DATASET EXTRACT START

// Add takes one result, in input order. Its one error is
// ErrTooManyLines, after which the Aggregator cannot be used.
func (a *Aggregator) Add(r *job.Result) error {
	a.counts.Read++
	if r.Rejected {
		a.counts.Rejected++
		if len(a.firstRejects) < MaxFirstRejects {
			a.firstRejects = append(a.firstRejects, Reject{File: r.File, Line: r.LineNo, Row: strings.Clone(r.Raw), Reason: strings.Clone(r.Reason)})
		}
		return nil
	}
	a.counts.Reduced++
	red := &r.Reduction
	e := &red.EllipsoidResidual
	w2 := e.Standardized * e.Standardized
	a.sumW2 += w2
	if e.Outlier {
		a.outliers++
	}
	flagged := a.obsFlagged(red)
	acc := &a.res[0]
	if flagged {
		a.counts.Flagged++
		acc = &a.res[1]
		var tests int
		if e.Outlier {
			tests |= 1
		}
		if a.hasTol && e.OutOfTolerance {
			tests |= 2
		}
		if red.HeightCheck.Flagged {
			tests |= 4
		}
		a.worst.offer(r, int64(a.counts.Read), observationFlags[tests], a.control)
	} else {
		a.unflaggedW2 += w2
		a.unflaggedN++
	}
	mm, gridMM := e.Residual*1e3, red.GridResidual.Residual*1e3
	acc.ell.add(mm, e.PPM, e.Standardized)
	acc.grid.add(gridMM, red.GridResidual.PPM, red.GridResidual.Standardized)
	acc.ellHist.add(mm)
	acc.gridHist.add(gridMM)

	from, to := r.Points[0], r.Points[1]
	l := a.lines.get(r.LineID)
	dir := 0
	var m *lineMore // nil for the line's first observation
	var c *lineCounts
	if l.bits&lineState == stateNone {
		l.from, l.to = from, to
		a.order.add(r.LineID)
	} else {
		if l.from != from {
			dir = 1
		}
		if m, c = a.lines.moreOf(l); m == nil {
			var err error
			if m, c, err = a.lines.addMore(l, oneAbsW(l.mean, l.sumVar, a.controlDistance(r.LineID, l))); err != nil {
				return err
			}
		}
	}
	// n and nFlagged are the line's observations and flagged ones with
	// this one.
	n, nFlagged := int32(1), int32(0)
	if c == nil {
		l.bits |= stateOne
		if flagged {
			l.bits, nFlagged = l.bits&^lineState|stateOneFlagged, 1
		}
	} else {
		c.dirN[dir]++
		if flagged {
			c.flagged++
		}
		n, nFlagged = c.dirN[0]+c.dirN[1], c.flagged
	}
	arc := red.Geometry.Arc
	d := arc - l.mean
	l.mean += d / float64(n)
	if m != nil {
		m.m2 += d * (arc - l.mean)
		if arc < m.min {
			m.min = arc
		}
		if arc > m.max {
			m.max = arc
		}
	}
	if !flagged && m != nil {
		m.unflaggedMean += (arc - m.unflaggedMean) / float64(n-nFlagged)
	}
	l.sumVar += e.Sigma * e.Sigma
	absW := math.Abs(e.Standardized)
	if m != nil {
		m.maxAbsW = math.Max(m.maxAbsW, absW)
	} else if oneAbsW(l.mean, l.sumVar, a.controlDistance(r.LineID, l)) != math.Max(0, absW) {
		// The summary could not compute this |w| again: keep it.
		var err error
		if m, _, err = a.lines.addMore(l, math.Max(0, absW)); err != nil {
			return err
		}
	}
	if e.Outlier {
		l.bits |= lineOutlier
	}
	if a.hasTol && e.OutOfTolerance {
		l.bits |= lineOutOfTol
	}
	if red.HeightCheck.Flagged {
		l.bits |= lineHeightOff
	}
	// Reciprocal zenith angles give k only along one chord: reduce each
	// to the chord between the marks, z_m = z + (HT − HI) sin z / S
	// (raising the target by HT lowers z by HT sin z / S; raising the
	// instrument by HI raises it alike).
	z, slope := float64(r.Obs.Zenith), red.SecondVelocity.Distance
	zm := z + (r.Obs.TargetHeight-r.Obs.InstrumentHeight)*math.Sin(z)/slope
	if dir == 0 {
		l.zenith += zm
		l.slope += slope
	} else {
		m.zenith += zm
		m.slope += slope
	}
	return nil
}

DATASET EXTRACT END
DATASET EXTRACT START

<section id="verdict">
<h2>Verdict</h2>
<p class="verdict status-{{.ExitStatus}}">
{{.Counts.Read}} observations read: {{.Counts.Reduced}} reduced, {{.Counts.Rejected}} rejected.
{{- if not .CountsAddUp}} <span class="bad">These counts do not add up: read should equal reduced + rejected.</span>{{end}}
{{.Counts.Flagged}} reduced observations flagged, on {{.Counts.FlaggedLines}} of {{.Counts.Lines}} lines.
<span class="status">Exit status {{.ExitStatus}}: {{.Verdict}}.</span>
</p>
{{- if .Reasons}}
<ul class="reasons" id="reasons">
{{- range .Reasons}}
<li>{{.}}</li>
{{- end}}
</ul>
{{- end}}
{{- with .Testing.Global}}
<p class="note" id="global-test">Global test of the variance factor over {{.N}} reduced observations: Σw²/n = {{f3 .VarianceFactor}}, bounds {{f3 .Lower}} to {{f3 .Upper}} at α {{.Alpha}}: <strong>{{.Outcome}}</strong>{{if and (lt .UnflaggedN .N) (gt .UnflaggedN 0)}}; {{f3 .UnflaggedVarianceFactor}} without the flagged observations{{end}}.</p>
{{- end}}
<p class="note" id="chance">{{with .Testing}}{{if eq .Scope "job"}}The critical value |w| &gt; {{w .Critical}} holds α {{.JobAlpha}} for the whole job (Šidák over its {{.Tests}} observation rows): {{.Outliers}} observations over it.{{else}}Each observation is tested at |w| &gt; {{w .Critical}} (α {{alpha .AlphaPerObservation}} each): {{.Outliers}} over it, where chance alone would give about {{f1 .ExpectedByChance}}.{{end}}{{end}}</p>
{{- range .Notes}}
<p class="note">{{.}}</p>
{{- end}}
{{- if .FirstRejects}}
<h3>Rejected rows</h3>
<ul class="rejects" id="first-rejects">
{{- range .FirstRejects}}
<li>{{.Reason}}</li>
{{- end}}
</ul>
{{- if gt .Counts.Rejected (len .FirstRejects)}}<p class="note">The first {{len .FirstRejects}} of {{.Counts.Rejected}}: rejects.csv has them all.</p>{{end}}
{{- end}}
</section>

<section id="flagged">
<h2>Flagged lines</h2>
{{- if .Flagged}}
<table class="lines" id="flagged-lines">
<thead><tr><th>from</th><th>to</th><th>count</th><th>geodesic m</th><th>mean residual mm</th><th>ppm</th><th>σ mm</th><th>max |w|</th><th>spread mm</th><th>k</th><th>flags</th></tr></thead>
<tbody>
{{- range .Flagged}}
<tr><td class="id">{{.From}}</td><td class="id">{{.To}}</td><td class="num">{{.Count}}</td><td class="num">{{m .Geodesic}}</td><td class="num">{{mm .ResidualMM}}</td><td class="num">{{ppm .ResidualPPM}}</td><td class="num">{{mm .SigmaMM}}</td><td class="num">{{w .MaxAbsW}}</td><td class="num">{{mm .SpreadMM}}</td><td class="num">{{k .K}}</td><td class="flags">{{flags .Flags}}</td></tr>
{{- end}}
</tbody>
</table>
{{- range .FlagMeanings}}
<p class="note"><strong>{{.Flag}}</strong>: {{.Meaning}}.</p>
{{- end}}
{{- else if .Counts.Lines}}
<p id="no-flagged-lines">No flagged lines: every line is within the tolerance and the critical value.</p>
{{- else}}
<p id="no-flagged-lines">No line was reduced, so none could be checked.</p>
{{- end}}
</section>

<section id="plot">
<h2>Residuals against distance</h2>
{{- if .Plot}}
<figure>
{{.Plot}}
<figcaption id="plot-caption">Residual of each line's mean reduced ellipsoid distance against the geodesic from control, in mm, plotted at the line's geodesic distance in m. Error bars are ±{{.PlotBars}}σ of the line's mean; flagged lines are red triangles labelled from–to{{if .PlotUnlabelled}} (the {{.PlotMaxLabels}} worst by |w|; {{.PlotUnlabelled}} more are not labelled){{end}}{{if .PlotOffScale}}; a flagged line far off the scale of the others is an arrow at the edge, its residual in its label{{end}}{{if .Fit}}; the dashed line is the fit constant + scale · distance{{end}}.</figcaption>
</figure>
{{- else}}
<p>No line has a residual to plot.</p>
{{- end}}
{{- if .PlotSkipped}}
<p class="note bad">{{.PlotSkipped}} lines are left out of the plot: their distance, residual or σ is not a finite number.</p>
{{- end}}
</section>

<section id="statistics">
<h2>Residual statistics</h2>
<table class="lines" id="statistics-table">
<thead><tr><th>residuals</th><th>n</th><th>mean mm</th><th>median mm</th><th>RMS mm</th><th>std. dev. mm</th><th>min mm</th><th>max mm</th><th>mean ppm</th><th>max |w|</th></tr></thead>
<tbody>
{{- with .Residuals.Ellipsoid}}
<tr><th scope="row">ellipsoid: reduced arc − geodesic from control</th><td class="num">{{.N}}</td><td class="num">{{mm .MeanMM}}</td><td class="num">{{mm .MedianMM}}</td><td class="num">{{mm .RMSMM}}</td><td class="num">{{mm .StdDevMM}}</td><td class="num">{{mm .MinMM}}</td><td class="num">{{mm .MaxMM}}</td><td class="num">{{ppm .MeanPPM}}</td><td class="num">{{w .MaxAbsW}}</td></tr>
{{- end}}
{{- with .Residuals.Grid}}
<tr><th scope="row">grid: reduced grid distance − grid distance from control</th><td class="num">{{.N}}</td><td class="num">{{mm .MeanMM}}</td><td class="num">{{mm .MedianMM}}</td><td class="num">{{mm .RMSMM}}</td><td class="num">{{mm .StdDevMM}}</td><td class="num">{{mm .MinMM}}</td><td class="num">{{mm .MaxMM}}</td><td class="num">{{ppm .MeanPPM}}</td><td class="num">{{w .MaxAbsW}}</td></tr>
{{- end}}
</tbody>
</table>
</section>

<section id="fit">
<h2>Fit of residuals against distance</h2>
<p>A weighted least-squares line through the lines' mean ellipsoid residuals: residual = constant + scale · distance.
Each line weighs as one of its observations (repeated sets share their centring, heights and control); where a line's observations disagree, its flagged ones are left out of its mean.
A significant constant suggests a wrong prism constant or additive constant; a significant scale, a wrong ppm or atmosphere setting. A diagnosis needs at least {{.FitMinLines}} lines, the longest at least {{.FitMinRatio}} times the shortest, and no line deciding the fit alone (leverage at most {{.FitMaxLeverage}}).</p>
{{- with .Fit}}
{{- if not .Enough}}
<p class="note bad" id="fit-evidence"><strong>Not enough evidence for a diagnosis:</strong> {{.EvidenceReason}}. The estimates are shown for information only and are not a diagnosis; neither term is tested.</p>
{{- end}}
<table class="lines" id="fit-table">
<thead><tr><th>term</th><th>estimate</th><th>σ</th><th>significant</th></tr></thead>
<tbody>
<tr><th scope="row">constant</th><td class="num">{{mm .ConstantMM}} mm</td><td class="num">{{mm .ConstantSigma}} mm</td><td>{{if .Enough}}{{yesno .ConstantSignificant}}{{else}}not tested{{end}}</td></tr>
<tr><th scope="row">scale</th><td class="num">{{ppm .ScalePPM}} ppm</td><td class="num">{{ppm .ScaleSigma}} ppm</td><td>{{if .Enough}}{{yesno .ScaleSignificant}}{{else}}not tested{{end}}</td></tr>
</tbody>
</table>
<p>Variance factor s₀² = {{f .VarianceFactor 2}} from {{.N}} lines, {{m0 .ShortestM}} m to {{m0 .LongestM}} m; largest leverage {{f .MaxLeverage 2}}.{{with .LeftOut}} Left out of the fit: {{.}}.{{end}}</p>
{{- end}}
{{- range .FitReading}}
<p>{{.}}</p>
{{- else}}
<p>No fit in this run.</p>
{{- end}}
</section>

DATASET EXTRACT END
DATASET EXTRACT START

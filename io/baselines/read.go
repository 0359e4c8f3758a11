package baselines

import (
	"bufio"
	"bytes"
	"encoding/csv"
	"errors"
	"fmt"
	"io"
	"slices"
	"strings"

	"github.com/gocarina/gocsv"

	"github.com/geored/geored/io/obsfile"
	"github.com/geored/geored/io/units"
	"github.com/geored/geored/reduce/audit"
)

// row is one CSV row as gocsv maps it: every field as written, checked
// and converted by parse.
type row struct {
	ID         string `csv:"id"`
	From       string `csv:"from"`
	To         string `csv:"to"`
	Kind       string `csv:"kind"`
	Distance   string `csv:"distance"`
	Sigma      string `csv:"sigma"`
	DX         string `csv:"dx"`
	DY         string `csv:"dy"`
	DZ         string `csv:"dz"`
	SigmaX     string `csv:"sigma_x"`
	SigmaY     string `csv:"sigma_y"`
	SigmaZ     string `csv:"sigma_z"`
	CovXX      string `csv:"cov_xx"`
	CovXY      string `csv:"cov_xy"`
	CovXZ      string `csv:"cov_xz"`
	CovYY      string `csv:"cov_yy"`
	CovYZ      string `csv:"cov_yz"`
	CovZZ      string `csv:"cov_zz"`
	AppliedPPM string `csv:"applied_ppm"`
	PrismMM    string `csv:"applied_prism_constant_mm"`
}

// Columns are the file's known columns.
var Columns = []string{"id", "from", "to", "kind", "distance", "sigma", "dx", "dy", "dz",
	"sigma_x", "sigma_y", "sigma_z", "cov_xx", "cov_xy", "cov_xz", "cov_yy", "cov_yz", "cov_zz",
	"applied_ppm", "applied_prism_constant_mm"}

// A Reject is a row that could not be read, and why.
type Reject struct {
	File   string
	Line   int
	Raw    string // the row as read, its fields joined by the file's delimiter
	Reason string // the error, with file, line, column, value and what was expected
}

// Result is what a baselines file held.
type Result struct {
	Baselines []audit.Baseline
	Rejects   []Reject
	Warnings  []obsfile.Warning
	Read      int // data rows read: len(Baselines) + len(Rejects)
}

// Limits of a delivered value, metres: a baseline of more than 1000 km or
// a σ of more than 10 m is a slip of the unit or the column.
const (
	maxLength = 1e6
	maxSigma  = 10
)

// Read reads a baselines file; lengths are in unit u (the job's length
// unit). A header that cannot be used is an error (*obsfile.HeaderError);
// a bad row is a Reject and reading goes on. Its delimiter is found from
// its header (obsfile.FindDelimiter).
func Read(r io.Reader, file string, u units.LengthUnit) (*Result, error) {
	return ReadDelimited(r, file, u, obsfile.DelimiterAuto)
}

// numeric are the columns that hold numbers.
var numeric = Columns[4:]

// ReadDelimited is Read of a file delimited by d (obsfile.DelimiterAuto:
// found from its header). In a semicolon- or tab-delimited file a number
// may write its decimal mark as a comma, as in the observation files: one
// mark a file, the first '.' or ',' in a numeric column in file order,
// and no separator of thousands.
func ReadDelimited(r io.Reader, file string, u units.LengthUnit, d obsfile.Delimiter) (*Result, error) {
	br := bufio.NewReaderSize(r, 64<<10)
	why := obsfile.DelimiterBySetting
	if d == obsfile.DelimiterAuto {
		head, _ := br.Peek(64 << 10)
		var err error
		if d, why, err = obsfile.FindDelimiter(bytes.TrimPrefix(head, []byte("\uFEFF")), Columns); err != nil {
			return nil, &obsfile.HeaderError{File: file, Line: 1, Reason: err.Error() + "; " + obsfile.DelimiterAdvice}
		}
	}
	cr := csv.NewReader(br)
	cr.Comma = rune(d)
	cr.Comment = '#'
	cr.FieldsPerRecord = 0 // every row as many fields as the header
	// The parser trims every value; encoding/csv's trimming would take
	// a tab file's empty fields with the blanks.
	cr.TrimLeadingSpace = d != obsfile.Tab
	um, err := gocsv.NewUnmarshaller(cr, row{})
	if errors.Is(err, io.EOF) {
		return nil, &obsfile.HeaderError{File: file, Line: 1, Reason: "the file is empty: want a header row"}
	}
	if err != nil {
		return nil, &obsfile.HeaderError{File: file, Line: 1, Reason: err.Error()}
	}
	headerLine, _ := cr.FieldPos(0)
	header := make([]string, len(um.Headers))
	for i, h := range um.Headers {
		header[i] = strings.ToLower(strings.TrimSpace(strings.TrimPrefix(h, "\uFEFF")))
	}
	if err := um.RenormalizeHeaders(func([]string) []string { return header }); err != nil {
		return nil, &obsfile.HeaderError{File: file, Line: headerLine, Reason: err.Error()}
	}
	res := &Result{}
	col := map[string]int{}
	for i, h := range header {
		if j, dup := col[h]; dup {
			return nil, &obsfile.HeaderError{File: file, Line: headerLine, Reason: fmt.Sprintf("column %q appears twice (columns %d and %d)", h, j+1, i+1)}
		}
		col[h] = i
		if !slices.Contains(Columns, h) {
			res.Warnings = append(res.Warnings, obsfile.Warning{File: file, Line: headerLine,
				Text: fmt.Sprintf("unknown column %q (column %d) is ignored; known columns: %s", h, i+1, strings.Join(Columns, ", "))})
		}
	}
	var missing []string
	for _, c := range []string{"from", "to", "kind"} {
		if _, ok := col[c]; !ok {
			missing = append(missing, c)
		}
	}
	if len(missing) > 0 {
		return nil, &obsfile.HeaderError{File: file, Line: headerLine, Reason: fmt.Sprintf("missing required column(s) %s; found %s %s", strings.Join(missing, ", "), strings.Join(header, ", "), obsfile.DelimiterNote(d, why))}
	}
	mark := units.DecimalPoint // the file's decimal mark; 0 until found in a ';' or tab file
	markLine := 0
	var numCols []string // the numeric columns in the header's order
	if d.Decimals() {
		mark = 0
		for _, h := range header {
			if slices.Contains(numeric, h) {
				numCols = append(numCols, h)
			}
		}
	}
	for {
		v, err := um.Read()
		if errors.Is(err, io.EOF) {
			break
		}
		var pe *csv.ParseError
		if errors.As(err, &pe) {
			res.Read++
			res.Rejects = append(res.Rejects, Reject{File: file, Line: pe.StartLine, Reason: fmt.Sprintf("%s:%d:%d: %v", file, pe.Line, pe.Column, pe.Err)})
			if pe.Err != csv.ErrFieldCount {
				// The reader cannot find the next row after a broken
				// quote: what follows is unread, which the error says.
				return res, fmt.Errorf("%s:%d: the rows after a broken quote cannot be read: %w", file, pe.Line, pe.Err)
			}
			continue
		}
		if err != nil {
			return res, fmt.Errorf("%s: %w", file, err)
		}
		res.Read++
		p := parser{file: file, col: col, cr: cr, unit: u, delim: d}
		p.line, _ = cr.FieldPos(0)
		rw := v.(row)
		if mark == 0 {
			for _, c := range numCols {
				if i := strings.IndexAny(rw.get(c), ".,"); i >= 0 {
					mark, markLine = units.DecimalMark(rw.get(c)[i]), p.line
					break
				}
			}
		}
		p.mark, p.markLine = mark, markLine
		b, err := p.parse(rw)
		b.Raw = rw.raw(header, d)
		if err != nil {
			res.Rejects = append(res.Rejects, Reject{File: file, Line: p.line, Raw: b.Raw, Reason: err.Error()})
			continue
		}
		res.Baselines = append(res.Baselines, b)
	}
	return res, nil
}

DATASET EXTRACT END

- **WHAT TO PRODUCE**
Only one part of the material above is to be transcribed, namely the lines starting with the line that has "one error is" and going on through the line that has "if !flagged &&", exactly as they stand.

- **WRITTEN ANSWER**
// Add takes one result, in input order. Its one error is
// ErrTooManyLines, after which the Aggregator cannot be used.
func (a *Aggregator) Add(r *job.Result) error {
	a.counts.Read++
	if r.Rejected {
		a.counts.Rejected++
		if len(a.firstRejects) < MaxFirstRejects {
			a.firstRejects = append(a.firstRejects, Reject{File: r.File, Line: r.LineNo, Row: strings.Clone(r.Raw), Reason: strings.Clone(r.Reason)})
		}
		return nil
	}
	a.counts.Reduced++
	red := &r.Reduction
	e := &red.EllipsoidResidual
	w2 := e.Standardized * e.Standardized
	a.sumW2 += w2
	if e.Outlier {
		a.outliers++
	}
	flagged := a.obsFlagged(red)
	acc := &a.res[0]
	if flagged {
		a.counts.Flagged++
		acc = &a.res[1]
		var tests int
		if e.Outlier {
			tests |= 1
		}
		if a.hasTol && e.OutOfTolerance {
			tests |= 2
		}
		if red.HeightCheck.Flagged {
			tests |= 4
		}
		a.worst.offer(r, int64(a.counts.Read), observationFlags[tests], a.control)
	} else {
		a.unflaggedW2 += w2
		a.unflaggedN++
	}
	mm, gridMM := e.Residual*1e3, red.GridResidual.Residual*1e3
	acc.ell.add(mm, e.PPM, e.Standardized)
	acc.grid.add(gridMM, red.GridResidual.PPM, red.GridResidual.Standardized)
	acc.ellHist.add(mm)
	acc.gridHist.add(gridMM)

	from, to := r.Points[0], r.Points[1]
	l := a.lines.get(r.LineID)
	dir := 0
	var m *lineMore // nil for the line's first observation
	var c *lineCounts
	if l.bits&lineState == stateNone {
		l.from, l.to = from, to
		a.order.add(r.LineID)
	} else {
		if l.from != from {
			dir = 1
		}
		if m, c = a.lines.moreOf(l); m == nil {
			var err error
			if m, c, err = a.lines.addMore(l, oneAbsW(l.mean, l.sumVar, a.controlDistance(r.LineID, l))); err != nil {
				return err
			}
		}
	}
	// n and nFlagged are the line's observations and flagged ones with
	// this one.
	n, nFlagged := int32(1), int32(0)
	if c == nil {
		l.bits |= stateOne
		if flagged {
			l.bits, nFlagged = l.bits&^lineState|stateOneFlagged, 1
		}
	} else {
		c.dirN[dir]++
		if flagged {
			c.flagged++
		}
		n, nFlagged = c.dirN[0]+c.dirN[1], c.flagged
	}
	arc := red.Geometry.Arc
	d := arc - l.mean
	l.mean += d / float64(n)
	if m != nil {
		m.m2 += d * (arc - l.mean)
		if arc < m.min {
			m.min = arc
		}
		if arc > m.max {
			m.max = arc
		}
	}
	if !flagged && m != nil {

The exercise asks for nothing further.